___ Data provided ___

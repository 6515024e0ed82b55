import type { OneStep } from '../../kinetics/types';
import { oneStepFigures } from './oneStepFigures';

/** The energy of all readings at once, beside that of the single wells. */
export function OneStepNote({ oneStep }: { oneStep: OneStep | null }) {
  if (oneStep === null) return null;
  return (
    <p className="text-quiet mt-1 max-w-[72ch]">
      {oneStepFigures(oneStep).map(({ name, text, interval }, i) => (
        <span key={name}>
          {i > 0 && '; '}
          {name}: <span className="tabular-nums">{text}</span>
          {interval && ` (95 %: ${interval})`}
        </span>
      ))}
      .{oneStep.disagreesWithTwoStep && ' The two answers differ beyond their intervals.'}
    </p>
  );
}
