import type { SeriesAnalysis } from '../../kinetics/types';
import { readingUnitFor, withUnit, type DisplayUnit } from '../charts/displayUnits';
import { plotNumber } from '../charts/plotNumber';
import { DecayMark } from '../DecayMark';
import { figureOf, percent } from './figures';
import { lawRows, type LawRow } from './lawEvidence';

const numeric = 'py-1.5 pr-4 text-right whitespace-nowrap tabular-nums';
const numericHead = 'py-1.5 pr-4 text-right font-normal';

/** The rival laws on one well, with what speaks for and against each. */
export function LawTable({ analysis }: { analysis: SeriesAnalysis }) {
  const rows = lawRows(analysis);
  if (rows.length === 0) return <p className="text-quiet">No law could be fitted to this well.</p>;
  const c0 = readingUnitFor(
    analysis.dimension,
    Math.max(...rows.map(({ fit }) => Math.abs(fit.c0 ?? 0))),
  );
  const sd = readingUnitFor(
    analysis.dimension,
    Math.max(...rows.map(({ fit }) => fit.residualSd ?? 0)),
  );
  return (
    <div className="overflow-x-auto" role="region" aria-label="Rival laws" tabIndex={0}>
      <table className="stacks w-full border-collapse text-[13.5px] leading-5">
        <caption className="sr-only">Rate laws fitted to this well</caption>
        <thead>
          <tr className="text-quiet border-rule border-b text-left align-bottom text-[13px]">
            <th scope="col" className="py-1.5 pr-4 font-normal">
              Law
            </th>
            <th scope="col" className={numericHead}>
              k ± s.e.
            </th>
            <th scope="col" className={numericHead}>
              {withUnit('C₀', c0.unit)}
            </th>
            <th scope="col" className={numericHead}>
              {withUnit('Residual s.d.', sd.unit)}
            </th>
            <th scope="col" className={numericHead}>
              ΔAICc
            </th>
            <th scope="col" className={numericHead}>
              Weight
            </th>
            <th scope="col" className="py-1.5 pl-2 font-normal">
              For and against
            </th>
          </tr>
        </thead>
        <tbody>
          {rows.map((row) => (
            <LawLine key={row.law} row={row} c0={c0} sd={sd} />
          ))}
        </tbody>
      </table>
    </div>
  );
}

function LawLine({ row, c0, sd }: { row: LawRow; c0: DisplayUnit; sd: DisplayUnit }) {
  const { fit } = row;
  const k =
    fit.k === null
      ? null
      : figureOf({ value: fit.k, se: fit.kSe, low: null, high: null }, row.kUnit ?? '');
  return (
    <tr className={`border-rule border-b align-top ${row.shown ? '' : 'text-quiet'}`}>
      <th scope="row" className="py-1.5 pr-4 text-left font-semibold whitespace-nowrap">
        <span className="inline-flex items-center gap-2">
          <DecayMark verdict={row.law === 'order' ? 'other' : row.law} silent />
          {row.name}
        </span>
      </th>
      <td data-column="k" className={numeric}>
        {k ? `${k.text} ${k.unit}` : '–'}
      </td>
      <td data-column={withUnit('C₀', c0.unit)} className={numeric}>
        {fit.c0 === null ? '–' : plotNumber(fit.c0 * c0.factor)}
      </td>
      <td data-column={withUnit('residual s.d.', sd.unit)} className={numeric}>
        {fit.residualSd === null ? '–' : plotNumber(fit.residualSd * sd.factor, 2)}
      </td>
      <td data-column="ΔAICc" className={numeric}>
        {row.deltaAicc === null ? '–' : row.deltaAicc.toFixed(1)}
      </td>
      <td data-column="weight" className={numeric}>
        {fit.weight === null ? '–' : fit.weight < 0.001 ? '< 0.1 %' : percent(fit.weight)}
      </td>
      <td className="whole min-w-48 py-1.5 pl-2">{row.words}</td>
    </tr>
  );
}
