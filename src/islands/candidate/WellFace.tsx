import type { CandidateWell } from '../../contracts/candidate';
export function WellFace({ well }: { well: CandidateWell }) {
  return <span className="size-5 rounded-full border">{well.analysis.conversion?.toFixed(1)}</span>;
}
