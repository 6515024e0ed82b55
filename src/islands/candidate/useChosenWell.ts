import { useCallback, useSyncExternalStore } from 'react';
import type { CandidateWell } from '../../contracts/candidate';
import { wellInAddress, withWell } from './wellAddress';
import { firstWell } from './wellGroups';

const listeners = new Set<() => void>();

function subscribe(listener: () => void) {
  listeners.add(listener);
  addEventListener('popstate', listener);
  return () => {
    listeners.delete(listener);
    removeEventListener('popstate', listener);
  };
}

const fromAddress = () => wellInAddress(location.search);

/** The well that is open, kept in the address so that it can be sent to a colleague. */
export function useChosenWell(wells: readonly CandidateWell[], askedFor: string | null) {
  const wellId = useSyncExternalStore(subscribe, fromAddress, () => askedFor);
  const choose = useCallback(
    (next: string) => {
      if (!wells.some((well) => well.wellId === next)) return;
      history.replaceState(history.state, '', withWell(location.search, next) + location.hash);
      for (const listener of listeners) listener();
    },
    [wells],
  );
  return { chosen: firstWell(wells, wellId), choose };
}
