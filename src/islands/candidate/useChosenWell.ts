import { useCallback, useEffect, useState } from 'react';
import type { CandidateWell } from '../../contracts/candidate';
import { wellInAddress, withWell } from './wellAddress';
import { firstWell } from './wellGroups';

/** The well that is open, kept in the address so that it can be sent to a colleague. */
export function useChosenWell(wells: readonly CandidateWell[], askedFor: string | null) {
  const [chosen, setChosen] = useState(() => firstWell(wells, askedFor));
  useEffect(() => {
    const follow = () => setChosen(firstWell(wells, wellInAddress(location.search)));
    follow();
    addEventListener('popstate', follow);
    return () => removeEventListener('popstate', follow);
  }, [wells]);
  const choose = useCallback(
    (wellId: string) => {
      const well = wells.find((one) => one.wellId === wellId);
      if (!well) return;
      setChosen(well);
      history.replaceState(history.state, '', withWell(location.search, wellId) + location.hash);
    },
    [wells],
  );
  return { chosen, choose };
}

___

Exercise
Retype only the stretch of lines above starting at the one with "listeners.delete(listener);" and stopping at the one with "addEventListener('popstate', follow);", exactly as written, with both kept.

Solved exercise
    listeners.delete(listener);
    removeEventListener('popstate', listener);
  };
}

const fromAddress = () => wellInAddress(location.search);

/** The well that is open, kept in the address so that it can be sent to a colleague. */
export function useChosenWell(wells: readonly CandidateWell[], askedFor: string | null) {
  const wellId = useSyncExternalStore(subscribe, fromAddress, () => askedFor);
  const choose = useCallback(
    (next: string) => {
      if (!wells.some((well) => well.wellId === next)) return;
      history.replaceState(history.state, '', withWell(location.search, next) + location.hash);
      for (const listener of listeners) listener();
    },
    [wells],
  );
  return { chosen: firstWell(wells, wellId), choose };
}
filename src/islands/candidate/useChosenWell.ts
import { useCallback, useEffect, useState } from 'react';
import type { CandidateWell } from '../../contracts/candidate';
import { wellInAddress, withWell } from './wellAddress';
import { firstWell } from './wellGroups';

/** The well that is open, kept in the address so that it can be sent to a colleague. */
export function useChosenWell(wells: readonly CandidateWell[], askedFor: string | null) {
  const [chosen, setChosen] = useState(() => firstWell(wells, askedFor));
  useEffect(() => {
    const follow = () => setChosen(firstWell(wells, wellInAddress(location.search)));
    follow();
    addEventListener('popstate', follow);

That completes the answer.